How can you keep the blast radius small when a single query against a vector database can expose millions of embeddings?
Most teams treat a vector store like any other internal service: a shared service account is created, the password is checked into a repository, and every engineer, script, or automated job uses the same credential to connect directly. The connection bypasses any central policy point, so there is no visibility into who ran which similarity search, what data was returned, or whether a query was safe. When a breach occurs, the attacker inherits the same unrestricted access, and the potential impact spreads across every downstream model that relies on those embeddings.
In practice this means that a compromised CI pipeline can issue a bulk dump of vectors, a rogue developer can experiment with high‑dimensional queries that overload the index, and security auditors have no reliable record of which queries were executed. The environment lacks just‑in‑time approval, inline data masking, or session recording. The result is a large blast radius that can affect data privacy, model performance, and compliance posture.

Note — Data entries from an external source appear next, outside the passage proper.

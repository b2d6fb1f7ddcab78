package lsp

import (
	"context"
	"log/slog"
	"maps"
	"slices"
	"sync/atomic"

	"go.lsp.dev/jsonrpc2"
	"go.lsp.dev/protocol"
	"go.lsp.dev/uri"

	"triodeck/analysis/circuit"
	"triodeck/analysis/workspace"
	"triodeck/parser"
)

// server answers one client. What it does not implement is refused politely by
// the embedded server.
type server struct {
	protocol.UnimplementedServer
	opts        Options
	log         *slog.Logger
	phase       atomic.Int32
	enc         encoding // set by initialize, before anything reads it
	plain       bool     // likewise: hovers go without markdown
	state       atomic.Pointer[state]
	diagnostics *diagnostics
	hangUp      func()
}

// state is everything known at one moment. It is immutable: the handlers of
// notifications, which run one after the other, replace it; a query reads it
// once and works on that.
type state struct {
	snapshot *workspace.Snapshot
	open     map[string]buffer // by path
}

// buffer is a document that the client has open.
type buffer struct {
	uri     uri.URI // as the client spells it
	version int32
	file    *parser.File
}

func newServer(ctx context.Context, client protocol.Client, opts Options) *server {
	s := &server{opts: opts, log: opts.Log}
	s.state.Store(&state{snapshot: workspace.New(opts.Files), open: map[string]buffer{}})
	s.diagnostics = newDiagnostics(ctx, s, client)
	return s
}

// with is the state in which a buffer is open.
func (st *state) with(path string, b buffer) *state {
	open := maps.Clone(st.open)
	open[path] = b
	return &state{snapshot: st.snapshot.With(path, b.file), open: open}
}

// without is the state in which a path is not open: its file counts again.
func (st *state) without(path string) *state {
	open := maps.Clone(st.open)
	delete(open, path)
	return &state{snapshot: st.snapshot.Without(path), open: open}
}

// reread is the state in which files that are not open are as they now lie on
// disk.
func (st *state) reread() *state {
	return &state{snapshot: st.snapshot.Reread(), open: st.open}
}

// replace makes a state the present one and has it analysed.
func (s *server) replace(st *state) {
	s.state.Store(st)
	s.diagnostics.request(st)
}

// question is a query about a place in an open or readable document.
type question struct {
	*state
	path string
	file *parser.File
}

// ask takes the state for a query and lets the next messages in.
func (s *server) ask(ctx context.Context, u uri.URI) (question, error) {
	q := question{state: s.state.Load(), path: pathOf(u)}
	jsonrpc2.Async(ctx)
	f, err := q.snapshot.File(q.path)
	if err != nil {
		return q, jsonrpc2.Errorf(jsonrpc2.InvalidParams, "%s could not be read: %v", q.path, err)
	}
	q.file = f
	return q, nil
}

// deck is the deck to ask: an open one that includes the document, else the
// document as a deck itself.
func (q question) deck(ctx context.Context) *workspace.Deck {
	for _, root := range q.roots(ctx) {
		if root == q.path {
			break
		}
		d := q.snapshot.Deck(root)
		design := d.Design(ctx)
		if design != nil && slices.ContainsFunc(design.Docs, func(doc *circuit.Document) bool { return doc.Path == q.path }) {
			return d
		}
	}
	return q.snapshot.Deck(q.path)
}

// uri is the URI of a path, spelt as the client spells it if it has it open.
func (st *state) uri(path string) uri.URI {
	if b, ok := st.open[path]; ok {
		return b.uri
	}
	return uriOf(path)
}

The core problem we need to fix is the lack of a control surface that can evaluate each request before it reaches the vector database. Even if we introduce identity‑aware tokens or tighten IAM policies, the request still travels straight to the database engine. Without an intervening gateway, there is no place to enforce per‑query limits, mask returned vectors that contain sensitive identifiers, or capture an audit trail for later review.
Why blast radius matters for vector databases
Vector databases store high‑dimensional representations of raw data. A single record may contain a user’s personal information, a proprietary document, or a piece of code. When a query returns a large set of vectors, the implicit data exposure can be far greater than the original request. Controlling blast radius therefore means limiting how many vectors can be retrieved, ensuring that sensitive fields are redacted, and guaranteeing that every access is attributable to a specific identity.
Traditional database firewalls focus on SQL syntax or row‑level permissions, but they do not understand the semantics of similarity search. The unique risk profile of vector workloads requires a gateway that can inspect the protocol, apply policy, and enforce limits in real time.
Introducing a data‑path gateway
hoop.dev provides exactly that control surface. It sits between the client and the vector database, acting as a Layer 7 identity‑aware proxy. The gateway validates the user’s OIDC or SAML token, extracts group membership, and then decides whether the request is allowed, needs approval, or should be blocked.